CENTER FOR COMPUTATIONAL MATHEMATICS COLLOQUIUM
                  UNIVERSITY OF COLORADO AT DENVER


TITLE:   Employing ``bubbles'' in the FEM approximation of 
         convection-diffusion problems

SPEAKER: Alessandro Russo
         Istituto di Analisi Numerica del CNR
         Pavia, Italy

DATE:    Wednesday, September 21, 1994

PLACE:   Math Conference Room - Suite 540
         UCD Building, 1250 14th St., Denver

TIME:    2:30 pm (Refreshments served at 2:15 pm)

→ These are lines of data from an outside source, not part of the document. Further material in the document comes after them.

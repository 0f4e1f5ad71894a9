/**
 * Runs ngspice on the reference netlists (netlist.ts) and turns its samples into the measures the
 * engine reports: the independent reference for the cross-check tests and the benchmark.
 *
 * Steady state is reached by brute force: a transient from rest, continued in longer and longer
 * runs until the last two periods agree and the capacitor drift has died out. At a period boundary
 * the circuit's state is its capacitor voltages (the 0.1 pF leak capacitors of a floating winding
 * aside, which restart at 0 and settle within microseconds), so a run restarted with UIC from
 * those voltages continues the previous one.
 */
import { spawnSync } from 'node:child_process';
import { mkdtempSync, readFileSync, rmSync, writeFileSync, existsSync } from 'node:fs';
import { tmpdir } from 'node:os';
import { join } from 'node:path';
import type { DiodeLabel, SupplySpec } from '../../src/engine/types';
import { buildNetlist, type CircuitProbes, type NetlistOptions } from './netlist';

/** The ngspice binary: `$RIPPLEWRIGHT_NGSPICE`, else `ngspice` on the PATH. */
export const NGSPICE_BIN = process.env['RIPPLEWRIGHT_NGSPICE'] ?? 'ngspice';

/** What ngspice failed on, with the tail of its log. */
export class NgspiceError extends Error {
  constructor(
    message: string,
    readonly log: string,
  ) {
    super(`${message}\n--- ngspice log (tail) ---\n${log.split('\n').slice(-25).join('\n')}`);
    this.name = 'NgspiceError';
  }
}

let availability: { ok: boolean; version: string } | undefined;

/** True when the ngspice binary runs (`ngspice -v`); the answer is remembered for the process. */
export function ngspiceAvailable(): boolean {
  return probeNgspice().ok;
}

/** The version line ngspice prints (e.g. "ngspice-39"), or "" when it is absent. */
export function ngspiceVersion(): string {
  return probeNgspice().version;
}

function probeNgspice(): { ok: boolean; version: string } {
  if (!availability) {
    const r = spawnSync(NGSPICE_BIN, ['-v'], { encoding: 'utf8', timeout: 10_000 });
    const match = /ngspice-(\S+)/.exec(`${r.stdout ?? ''}${r.stderr ?? ''}`);
    availability = { ok: r.status === 0 && match !== null, version: match ? `ngspice-${match[1]}` : '' };
  }
  return availability;
}

/** Samples written by `wrdata`: time and one column per saved vector, by vector name. */
export interface NgspiceSamples {
  time: Float64Array;
  columns: Map<string, Float64Array>;
}

/** Result of one ngspice process. */
export interface NgspiceRun {
  samples: NgspiceSamples;
  /** stdout + stderr. */
  log: string;
  /** Wall-clock time of the ngspice process, seconds. */
  wallSeconds: number;
}

// Lines of ngspice output that mean the run is not to be trusted.
const ERROR_PATTERNS = [
  /^\s*error\b/im,
  /\berror:/i,
  /timestep too small/i,
  /simulation\(s\) aborted/i,
  /singular matrix/i,
  /unknown (model|device|subcircuit)/i,
  /could not find/i,
];

/**
 * Runs `ngspice -b` on a netlist in a fresh temporary directory (removed afterwards) and reads the
 * `wrdata` file it writes.
 * @param netlist netlist text whose `.control` block writes `dataFile` (relative path).
 * @param dataFile the data file's name.
 * @returns samples, the log and the process wall time.
 * @throws NgspiceError when ngspice fails, reports an error, or writes no readable data.
 */
export function runNgspice(netlist: string, dataFile: string): NgspiceRun {
  const dir = mkdtempSync(join(tmpdir(), 'ripplewright-ngspice-'));
  try {
    const cir = join(dir, 'supply.cir');
    writeFileSync(cir, netlist);
    const start = process.hrtime.bigint();
    const r = spawnSync(NGSPICE_BIN, ['-b', cir], {
      cwd: dir,
      encoding: 'utf8',
      timeout: 600_000,
      maxBuffer: 64 * 1024 * 1024,
    });
    const wallSeconds = Number(process.hrtime.bigint() - start) / 1e9;
    const log = `${r.stdout ?? ''}${r.stderr ?? ''}`;
    if (r.error) throw new NgspiceError(`could not run ${NGSPICE_BIN}: ${r.error.message}`, log);
    if (r.status !== 0) throw new NgspiceError(`ngspice exited with status ${r.status}`, log);
    const bad = ERROR_PATTERNS.find((p) => p.test(log));
    if (bad) throw new NgspiceError(`ngspice reported a problem (${bad.source})`, log);
    const path = join(dir, dataFile);
    if (!existsSync(path)) throw new NgspiceError('ngspice wrote no data file', log);
    return { samples: parseWrdata(readFileSync(path, 'utf8'), log), log, wallSeconds };
  } finally {
    rmSync(dir, { recursive: true, force: true });
  }
}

ABSTRACT: We consider in this talk the finite element approximation of
convection-diffusion problems. As it is well known, when convection dominates 
over diffusion the classical finite element methods don't work: the 
centered-type discretization of the convective term generates spurious 
oscillations that can pollute the whole numerical solution.
This difficulty has been overcome by the so-called Streamline-Upwind
Petrov/Galerkin method (SUPG), which introduces artificial
diffusion in the transport direction without upsetting consistency.
Recently a close relationship between SUPG and the so-called
``virtual bubble method'' has been discovered.
We will describe the ``upwind'' bubbles, which reproduce the right 
coefficients for SUPG, and we will discuss the role played by the 
bubbles in the theory of a posteriori error indicators.